Prehospitally, the paradigm of obliged intubation in traumatic brain injured (TBI) patients with a reduced Glasgow Coma Scale (GCS) < 9 has been debated. Many patients with severe TBI need interhospital transfer to definitive care, so we sought to elucidate possible disadvantages for patients with a reduced level of consciousness where intubation prior transportation was withheld.

Methods

Transferred patients with at least serious blunt injury to the head (Abbreviated Injury ScaleHead ≥3) were analyzed.

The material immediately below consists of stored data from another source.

package web

import (
	"net/http"
	"net/url"
	"sort"
	"strconv"
	"strings"
	"time"

	"rolloff/sweep/event"
	"rolloff/sweep/plan"
	"rolloff/sweep/queue"
)

// Run-list paging: a page holds DefaultRunPage runs unless the request
// asks for another number, at most MaxRunPage.
const (
	DefaultRunPage = 100
	MaxRunPage     = 1000
)

// runFilter selects runs of the list: GET /api/runs?unit=LD-0042&
// batch=proto-A&state=done,failed&from=2026-12-01&to=2026-12-02&limit=50&
// offset=100. unit and batch match the plan's, ignoring case; state is a
// comma-separated list of run states; from and to bound the creation time
// (a date, YYYY-MM-DD in UTC, or an RFC 3339 time; from includes, to
// excludes, and a date given as to includes that whole day). An empty
// field selects any value.
type runFilter struct {
	unit, batch string
	states      map[event.State]bool
	from, to    time.Time
	limit       int
	offset      int
}

// runStates are the states a filter may name.
var runStates = []event.State{event.Queued, event.Preparing, event.Settling, event.Reading, event.Paused,
	event.WaitingOperator, event.Done, event.Aborted, event.Failed, event.Interrupted}

// parseRunFilter reads the filter from a query; any other parameter, a
// parameter given twice or a value out of range is refused.
func parseRunFilter(q url.Values) (runFilter, error) {
	f := runFilter{limit: DefaultRunPage}
	keys := make([]string, 0, len(q))
	for k := range q {
		keys = append(keys, k)
	}
	sort.Strings(keys)
	for _, k := range keys {
		vs := q[k]
		switch k {
		case "unit", "batch", "state", "from", "to", "limit", "offset":
		default:
			return f, badRequest(k, "query parameter %q: the run list is filtered by unit, batch, state, from and to, and paged by limit and offset", clip(k))
		}
		if len(vs) != 1 {
			return f, badRequest(k, "query parameter %q given %d times: give it once", k, len(vs))
		}
		v := vs[0]
		if len(v) > plan.MaxUnitBytes && k != "state" {
			return f, badRequest(k, "%s %q…: at most %d bytes", k, clip(v), plan.MaxUnitBytes)
		}
		var err error
		switch k {
		case "unit":
			f.unit = v
		case "batch":
			f.batch = v
		case "state":
			f.states, err = parseStates(v)
		case "from":
			f.from, err = parseWhen(k, v, false)
		case "to":
			f.to, err = parseWhen(k, v, true)
		case "limit":
			f.limit, err = parseCount(k, v, 1, MaxRunPage)
		case "offset":
			f.offset, err = parseCount(k, v, 0, 1<<31-1)
		}
		if err != nil {
			return f, err
		}
	}
	if !f.from.IsZero() && !f.to.IsZero() && !f.to.After(f.from) {
		return f, badRequest("to", "to %s is not after from %s", f.to.Format(time.RFC3339), f.from.Format(time.RFC3339))
	}
	return f, nil
}

func parseStates(v string) (map[event.State]bool, error) {
	out := map[event.State]bool{}
	for _, s := range strings.Split(v, ",") {
		known := false
		for _, st := range runStates {
			if event.State(s) == st {
				known = true
			}
		}
		if !known {
			names := make([]string, len(runStates))
			for i, st := range runStates {
				names[i] = string(st)
			}
			return nil, badRequest("state", "state %q: want a comma-separated list of %s", clip(s), strings.Join(names, ", "))
		}
		out[event.State(s)] = true
	}
	return out, nil
}

// parseWhen reads a date (YYYY-MM-DD, UTC) or an RFC 3339 time; a date
// given as the end of a range is the end of that day.
func parseWhen(k, v string, end bool) (time.Time, error) {
	if d, err := time.Parse("2006-01-02", v); err == nil {
		if end {
			d = d.AddDate(0, 0, 1)
		}
		return d, nil
	}
	t, err := time.Parse(time.RFC3339Nano, v)
	if err != nil {
		return time.Time{}, badRequest(k, "%s %q: want a date (2026-12-01) or an RFC 3339 time (2026-12-01T08:00:00Z)", k, clip(v))
	}
	return t, nil
}

func parseCount(k, v string, lo, hi int) (int, error) {
	n, err := strconv.Atoi(v)
	if err != nil || n < lo || n > hi {
		return 0, badRequest(k, "%s %q: want a whole number from %d to %d", k, clip(v), lo, hi)
	}
	return n, nil
}

// keep reports whether in passes the filter (paging aside).
func (f runFilter) keep(in *queue.Info) bool {
	if f.states != nil && !f.states[in.State] {
		return false
	}
	if !f.from.IsZero() && in.Created.Before(f.from) || !f.to.IsZero() && !in.Created.Before(f.to) {
		return false
	}
	if f.unit == "" && f.batch == "" {
		return true
	}
	var unit, batch string
	if in.Plan != nil {
		unit, batch = in.Plan.Unit, in.Plan.Batch
	}
	return (f.unit == "" || strings.EqualFold(unit, f.unit)) && (f.batch == "" || strings.EqualFold(batch, f.batch))
}

// all reports whether the filter selects every run.
func (f runFilter) all() bool {
	return f.unit == "" && f.batch == "" && f.states == nil && f.from.IsZero() && f.to.IsZero()
}

// filter returns the runs of list that pass, in order (paging aside).
func (f runFilter) filter(list []queue.Info) []queue.Info {
	out := make([]queue.Info, 0, len(list))
	for i := range list {
		if f.keep(&list[i]) {
			out = append(out, list[i])
		}
	}
	return out
}

// runPage is the body of GET /api/runs.
type runPage struct {
	Runs []queue.Info `json:"runs"`
	// Total is how many runs pass the filter; Offset and Limit are the
	// page's; NextOffset, when there are more, the offset of the next.
	Total      int  `json:"total"`
	Offset     int  `json:"offset"`
	Limit      int  `json:"limit"`
	NextOffset *int `json:"next_offset,omitempty"`
}

// listRuns answers GET /api/runs: one page of the runs, newest first,
// those of a unit, batch, state or time range when asked.
func (s *Server) listRuns(w http.ResponseWriter, r *http.Request) {
	f, err := parseRunFilter(r.URL.Query())
	if err != nil {
		s.fail(w, err)
		return
	}
	keep := f.keep
	if f.all() {
		keep = nil
	}
	runs, total := s.queue.Page(keep, f.offset, f.limit)
	p := runPage{Runs: runs, Total: total, Offset: f.offset, Limit: f.limit}
	if next := f.offset + len(runs); next < total {
		p.NextOffset = &next
	}
	writeJSON(w, http.StatusOK, p)
}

In depth analysis was conducted in patients with GCS 4–9. We applied multivariate regression analysis to search for relevant variables for mortality differences and scrutinized patients who needed immediate intubation upon arrival in the emergency room (ER ITN). In this context a “postponed” intubation refers to an intubation performed upon arrival at the receiving hospital rather than prior to transfer.

Results

Comparing spontaneously breathing versus already intubated patients (ITN) at admission we did not find statistically significant differences in mortality (33.2% vs. 20.4%; p = 0.067), multiple organ failure (MOF) (37.1% vs. 34%; p = 0.667) or sepsis rates (13.6% vs. 4.2%; p = 0.069). Multiple regression analysis for mortality revealed only age > 70 years, coagulopathy and AISHead ≥ 5 as significantly associated independent variables. But, comparing patients requiring intubation in the emergency room upon admission (ER ITN) to patients already intubated prior transportation (ITN), we detected significant differences in MOF (53.7% vs. 34%; p = 0.025), sepsis (20.5% vs. 4.2%; p = 0.011) and mortality rate (38.1% vs. 20.4%; p = 0.028).

Conclusion

Our results may suggest an inferior outcome when intubation in patients with GCS 4–9 is needed during admission at the receiving hospital. Further research is warranted to scrutinize optimal airway management for interhospital transfer of TBI patients with reduced GCS.